### [Problem to work on]
Search the data below for the line containing "differs = (before", then please set down that line and all remaining ones exactly as written.

━━━━━━━━

"""When rates turn with time and forcings alone: times that the kernel lands on, as on the rows of forcings.

In: `Moments` of a model, its forcings between breaks. Out: times, rising. Must not know: states, inputs, steps.

What is made of time, numbers, linear and step forcings by + - * / min max abs mod where and linear tables is straight between its own
turning points, so that no moment is missed. What is not (a sine of the time) is looked at in many places: a pulse between two of them is
missed. Each moment is found to the last bit by bisection.
"""

from __future__ import annotations

from collections.abc import Callable, Mapping
from dataclasses import dataclass
from functools import cached_property
from typing import Any

import numpy as np
from numpy.typing import NDArray

from uq.errors import ValueMistake
from uq.model.code import Moments, Operation, Table
from uq.model.tables import pieces

Floats = NDArray[np.float64]
Values = NDArray[Any]
Course = Callable[[Floats], Values]
# Every moment is landed on, in every member, and a member may take 100000 steps in all.
MOST_MOMENTS = 50_000
# Places at which what is not straight is looked at, over the whole time.
PLACES = 4096
# Halving an interval of doubles ends after about 60 turns, or where it begins at 0 and the moment is near that, after as many as there are
# powers of two.
MOST_HALVINGS = 1100
# Near enough to the machine's own functions: a last bit more or less does not matter (see `uq.solve.breaks`).
MEANINGS: Mapping[str, Callable[..., Values]] = {
    "+": np.add,
    "-": np.subtract,
    "*": np.multiply,
    "/": np.divide,
    "**": np.power,
    "neg": np.negative,
    "<": np.less,
    "<=": np.less_equal,
    ">": np.greater,
    ">=": np.greater_equal,
    "and": np.logical_and,
    "or": np.logical_or,
    "not": np.logical_not,
    "where": np.where,
    "exp": np.exp,
    "ln": np.log,
    "log10": np.log10,
    "sqrt": np.sqrt,
    "sin": np.sin,
    "cos": np.cos,
    "tan": np.tan,
    "asin": np.arcsin,
    "acos": np.arccos,
    "atan": np.arctan,
    "atan2": np.arctan2,
    "sinh": np.sinh,
    "cosh": np.cosh,
    "tanh": np.tanh,
    "abs": np.abs,
    "min": np.minimum,
    "max": np.maximum,
    "mod": np.mod,
}
STRAIGHT = frozenset(("time", "+", "-", "neg", "min", "max", "abs", "where", "<", "<=", ">", ">=", "and", "or", "not"))


@dataclass(frozen=True)
class Clock:
    """The operations of a model's moments; its forcings as functions of time, and whether each is straight between the breaks."""

    operations: tuple[Operation, ...]
    forcings: tuple[Course, ...] = ()
    straight_forcings: tuple[bool, ...] = ()

    def value(self, place: int) -> Course:
        """One operation as a function of times [time]."""
        needed = self._needed(place)

        def course(times: Floats) -> Values:
            known: dict[int, Values] = {}
            for k in needed:
                known[k] = self._worked_out(self.operations[k], [known[arg] for arg in self.operations[k].args], times)
            return known[place]

        return course

    @cached_property
    def moving(self) -> tuple[bool, ...]:
        """Whether each operation depends on time at all."""
        found: list[bool] = []
        for operation in self.operations:
            found.append(operation.op in ("time", "forcing") or any(found[arg] for arg in operation.args))
        return tuple(found)

    @cached_property
    def straight(self) -> tuple[bool, ...]:
        """Whether each operation is straight in time between the moments at which it or an argument turns."""
        found: list[bool] = []
        for place, operation in enumerate(self.operations):
            of_straight = all(found[arg] for arg in operation.args)
            found.append(not self.moving[place] or (of_straight and self._keeps_straight(operation)))
        return tuple(found)

    def _keeps_straight(self, operation: Operation) -> bool:
        if operation.op == "forcing" and isinstance(operation.value, int):
            return self.straight_forcings[operation.value]
        if isinstance(operation.value, Table):
            return operation.value.interpolation == "linear"
        if operation.op in ("/", "mod"):
            return not self.moving[operation.args[1]]
        if operation.op == "*":
            return not all(self.moving[arg] for arg in operation.args)
        return operation.op in STRAIGHT

    def _needed(self, place: int) -> list[int]:
        seen, waiting = set[int](), [place]
        while waiting:
            k = waiting.pop()
            if k not in seen:
                seen.add(k)
                waiting.extend(self.operations[k].args)
        return sorted(seen)

    def _worked_out(self, operation: Operation, args: list[Values], times: Floats) -> Values:
        if operation.op == "time":
            return times
        if operation.op == "number":
            return np.full(times.shape, operation.value, dtype=np.float64)
        if operation.op == "forcing" and isinstance(operation.value, int):
            return self.forcings[operation.value](times)
        if isinstance(operation.value, Table):
            return _looked_up(operation.op, operation.value, args[0])
        if operation.op == "erf":
            from scipy.special import erf

            return np.asarray(erf(args[0]))
        return MEANINGS[operation.op](*args)


def turning_times(moments: Moments, clock: Clock, breaks: Floats) -> Floats:
    """The times between the first and the last of the rising `breaks` at which a rate turns, rising. ValueMistake if there are too many."""
    corners = breaks
    with np.errstate(all="ignore"):
        for place in moments.turns:
            corners = np.unique(np.concatenate([corners, _turns(clock, place, corners)]))
            if len(corners) - len(breaks) > MOST_MOMENTS:
                raise _too_many(f"more than {MOST_MOMENTS} moments", breaks)
    return corners[~np.isin(corners, breaks)]


def _too_many(what: str, breaks: Floats) -> ValueMistake:
    found = f"{what} between {breaks[0]:g} and {breaks[-1]:g} at which rates turn with time"
    return ValueMistake(found, f"at most {MOST_MOMENTS}, as every one is landed on", "a longer period, or a shorter time", key="states")


def _turns(clock: Clock, place: int, corners: Floats) -> Floats:
    """Where one operation turns; its arguments turn at corners only."""
    operation = clock.operations[place]
    args = [clock.value(arg) for arg in operation.args]
    straight = all(clock.straight[arg] for arg in operation.args)
    if isinstance(operation.value, Table):
        points = np.array(operation.value.points)
        between = (points[1:] + points[:-1]) / 2
        return _changes(lambda t: np.searchsorted(points, args[0](t), side="right"), _places(args[0], corners, straight, between))
    if operation.op == "mod":

        def turned(t: Floats) -> Values:
            return np.asarray(args[0](t) / args[1](t))

        halves = _halves(turned(corners), corners)
        straight = straight and not clock.moving[operation.args[1]]
        return _changes(lambda t: np.floor(turned(t)), _places(turned, corners, straight, halves))
    other = args[1] if len(args) > 1 else np.zeros_like
    return _changes(lambda t: np.sign(args[0](t) - other(t)), _places(args[0], corners, straight, np.empty(0)))


def _halves(turned: Floats, corners: Floats) -> Floats:
    """The numbers of periods, and a half, that lie in the range of some."""
    finite = turned[np.isfinite(turned)]
    if not len(finite):
        return np.empty(0)
    low, high = np.floor(finite.min()), np.ceil(finite.max())
    if high - low > MOST_MOMENTS:
        raise _too_many(f"{high - low:.3g} periods", corners)
    return np.arange(low - 1, high + 1) + 0.5


def _places(course: Course, corners: Floats, straight: bool, levels: Floats) -> Floats:
    """Times, corners among them, with at most one turn between each two: where a straight course is at one of the rising levels."""
    lo, hi = corners[:-1], corners[1:]
    if not straight:
        parts = np.arange(PLACES // len(corners) + 2) / (PLACES // len(corners) + 2)
        return np.unique(np.append(lo[:, None] + parts * (hi - lo)[:, None], corners[-1]))
    a, b = course(np.nextafter(lo, hi)), course(np.nextafter(hi, lo))
    first, stop = (np.searchsorted(levels, ends) for ends in (np.minimum(a, b), np.maximum(a, b)))
    count = np.where(np.isfinite(a) & np.isfinite(b), stop - first, 0)
    which = np.repeat(np.arange(len(lo)), count)
    within = np.arange(len(which)) - np.repeat(np.cumsum(count) - count, count)
    share = (levels[first[which] + within] - a[which]) / (b - a)[which]
    return np.unique(np.concatenate([corners, lo[which] + share * (hi - lo)[which]]))


def _changes(key: Course, places: Floats) -> Floats:
    """The first time of another key between every two places with different keys just inside; a key that is not a number is its own."""

    def known(times: Floats) -> Values:
        found = np.asarray(key(times), dtype=np.float64)
        return np.where(np.isnan(found), np.inf, found)

    lo, hi = np.nextafter(places[:-1], places[1:]), np.nextafter(places[1:], places[:-1])
    before = known(lo)
    differs = (before != known(hi)) & (lo < hi)
    lo, hi, before = lo[differs], hi[differs], before[differs]
    for _ in range(MOST_HALVINGS):
        if np.all(np.nextafter(lo, hi) >= hi):
            break
        middle = lo + (hi - lo) / 2
        same = known(middle) == before
        lo, hi = np.where(same, middle, lo), np.where(same, hi, middle)
    return np.asarray(hi, dtype=np.float64)


def _looked_up(op: str, table: Table, x: Floats) -> Floats:
    """A table's value or slope at x [time], as `uq.model.tables` writes it, but for the last point."""
    points = np.array(table.points)
    rows = np.array(pieces(table))
    held = np.clip(x, points[0], points[-1]) if table.outside == "hold" else np.where((x < points[0]) | (x > points[-1]), np.nan, x)
    place = np.clip(np.searchsorted(points, held, side="right") - 1, 0, len(rows) - 1)
    offset, coefficients = held - points[place], rows[place].T
    if op == "table_slope":
        coefficients = np.array([k * c for k, c in enumerate(coefficients)][1:])
    total = np.zeros(x.shape)
    for c in coefficients[::-1]:
        total = np.asarray(total * offset + c, dtype=np.float64)
    return total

━━━━━━━━

### [Exercise result]
    differs = (before != known(hi)) & (lo < hi)
    lo, hi, before = lo[differs], hi[differs], before[differs]
    for _ in range(MOST_HALVINGS):
        if np.all(np.nextafter(lo, hi) >= hi):
            break
        middle = lo + (hi - lo) / 2
        same = known(middle) == before
        lo, hi = np.where(same, middle, lo), np.where(same, hi, middle)
    return np.asarray(hi, dtype=np.float64)


def _looked_up(op: str, table: Table, x: Floats) -> Floats:
    """A table's value or slope at x [time], as `uq.model.tables` writes it, but for the last point."""
    points = np.array(table.points)
    rows = np.array(pieces(table))
    held = np.clip(x, points[0], points[-1]) if table.outside == "hold" else np.where((x < points[0]) | (x > points[-1]), np.nan, x)
    place = np.clip(np.searchsorted(points, held, side="right") - 1, 0, len(rows) - 1)
    offset, coefficients = held - points[place], rows[place].T
    if op == "table_slope":
        coefficients = np.array([k * c for k, c in enumerate(coefficients)][1:])
    total = np.zeros(x.shape)
    for c in coefficients[::-1]:
        total = np.asarray(total * offset + c, dtype=np.float64)
    return total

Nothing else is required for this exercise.